The exhibition covers an extraordinary range of subject matter. There’s the grandeur of romantic nature in mountains, seascapes, sunsets over water. There are mythical and biblical scenes. Paintings of ancient Rome must have struck a chord with bourgeois Victorians, leaders of a huge empire. Turner repeatedly painted Venice, a favourite middle class holiday destination, and again the hub of a huge trading empire.

Finally, there are pictures which must have a special resonance for revolutionaries – those of great state buildings on fire. Several little water colours depict a fire at the Tower of London. They aren’t solemn accounts of an awful tragedy – the abstract masses of red, yellow and blue are beautiful and almost celebratory.
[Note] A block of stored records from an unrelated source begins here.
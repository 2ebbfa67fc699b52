//! numpy at the edge: checking arrays that come in, building the arrays that go out.
//!
//! Arrays going out are fresh, owned by Python, and hold SI values in the workflow's units.

use nalgebra::{Matrix3, Point3, Vector3};
use numpy::ndarray::{Array1, Array2, Array3};
use numpy::prelude::*;
use numpy::{PyArray1, PyArray2, PyArray3, PyUntypedArray};
use pyo3::prelude::*;

use crate::errors::invalid;

/// Points in metres from an `(n, 3)` float64 numpy array named `what` in messages; every
/// coordinate must be finite.
///
/// # Errors
/// `SpinfallError` naming what is wrong: not a numpy array, the dtype, the shape, or the first
/// row with a non-finite coordinate.
pub fn points_m(obj: &Bound<'_, PyAny>, what: &str) -> PyResult<Vec<Point3<f64>>> {
    let untyped = obj.cast::<PyUntypedArray>().map_err(|_| {
        let ty = obj
            .get_type()
            .name()
            .map(|n| n.to_string())
            .unwrap_or_else(|_| "?".into());
        invalid(format!(
            "{what} must be a numpy array of shape (n, 3) and dtype float64 (metres), got a \
             {ty}; use numpy.asarray({what}, dtype=numpy.float64)"
        ))
    })?;
    let dtype = untyped.dtype();
    if !dtype.is_equiv_to(&numpy::dtype::<f64>(obj.py())) {
        return Err(invalid(format!(
            "{what} must have dtype float64 (metres), got {}; convert it with \
             {what}.astype(numpy.float64)",
            dtype.str().map(|s| s.to_string()).unwrap_or_default()
        )));
    }
    let shape = untyped.shape();
    if shape.len() != 2 || shape[1] != 3 {
        return Err(invalid(format!(
            "{what} must have shape (n, 3) (one x, y, z row per point), got {shape:?}; a single \
             point is {what}.reshape(1, 3)"
        )));
    }
    let array = obj
        .cast::<PyArray2<f64>>()
        .map_err(|_| invalid(format!("{what} is not a two-dimensional float64 array")))?
        .try_readonly()
        .map_err(|e| invalid(format!("{what} cannot be read: {e}")))?;
    let view = array.as_array();
    let mut out = Vec::with_capacity(view.nrows());
    for (k, row) in view.rows().into_iter().enumerate() {
        let p = Point3::new(row[0], row[1], row[2]);
        if !(p.x.is_finite() && p.y.is_finite() && p.z.is_finite()) {
            return Err(invalid(format!(
                "{what}[{k}] = ({}, {}, {}) m: every coordinate must be a finite number",
                p.x, p.y, p.z
            )));
        }
        out.push(p);
    }
    Ok(out)
}

/// A `(n,)` float64 array.
pub fn scalars<'py>(py: Python<'py>, values: Vec<f64>) -> Bound<'py, PyArray1<f64>> {
    PyArray1::from_vec(py, values)
}

/// A `(3,)` float64 array.
pub fn vec3<'py>(py: Python<'py>, v: [f64; 3]) -> Bound<'py, PyArray1<f64>> {
    PyArray1::from_slice(py, &v)
}

/// A `(n, 3)` float64 array, one row per vector.
pub fn rows3<'py>(
    py: Python<'py>,
    rows: impl ExactSizeIterator<Item = [f64; 3]>,
) -> Bound<'py, PyArray2<f64>> {
    let n = rows.len();
    let flat: Vec<f64> = rows.flatten().collect();
    Array2::from_shape_vec((n, 3), flat)
        .map(|a| a.into_pyarray(py))
        .unwrap_or_else(|_| PyArray2::zeros(py, [0, 3], false))
}

/// A `(3, 3)` float64 array of a matrix, row by row.
pub fn matrix3<'py>(py: Python<'py>, m: &Matrix3<f64>) -> Bound<'py, PyArray2<f64>> {
    let a = Array2::from_shape_fn((3, 3), |(i, j)| m[(i, j)]);
    a.into_pyarray(py)
}

/// A `(n, 3, 3)` float64 array of matrices, each row by row.
pub fn matrices3<'py>(py: Python<'py>, ms: &[Matrix3<f64>]) -> Bound<'py, PyArray3<f64>> {
    let a = Array3::from_shape_fn((ms.len(), 3, 3), |(k, i, j)| ms[k][(i, j)]);
    a.into_pyarray(py)
}

/// A `(n,)` bool array.
pub fn flags<'py>(py: Python<'py>, values: Vec<bool>) -> Bound<'py, PyArray1<bool>> {
    Array1::from_vec(values).into_pyarray(py)
}

/// A `(n,)` int64 array.
pub fn integers<'py>(py: Python<'py>, values: Vec<i64>) -> Bound<'py, PyArray1<i64>> {
    PyArray1::from_vec(py, values)
}

/// A vector's components.
pub fn xyz(v: &Vector3<f64>) -> [f64; 3] {
    [v.x, v.y, v.z]
}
There’s the same excitement to Burning of the Houses of Lords and Commons, 16th October 1834. Turner paints the huge crowds which gathered on the opposite bank of the Thames to watch the medieval parliament burn down that night. The little lanterns on Westminster Bridge are nothing to the glorious size and power of the fire – the far end of the bridge almost seems to be melting. All in all, from the British state in flames to paintings a hundred years ahead of their time, what’s not to like?

Ancient Rome; Agrippina Landing with the Ashes of Germanicus
Turner – Ancient Rome; Agrippina Landing with the Ashes of Germanicus – 1839 – Photo: Tate

2 COMMENTS

  1. “Let such teach others who themselves excell,/ And censure freely who have written well.” Alexander Pope, ‘Essay on Criticism’ (1711)

  2. Great. And I love the way you’ve raised the ‘nice’ problem of how do we historical materialists explain the avant garde. Raymond Williams did his conjuring with ’emergent’, ‘residual’ and ‘dominant’ cultures co-existing. Good for typography but a bit short on explanation. One route is to look at the conditions for ‘experiment’ and what are the material and ideological conditions (in any given moment) to enable experiment to happen (or not happen). Looking forward to going to this exhibition.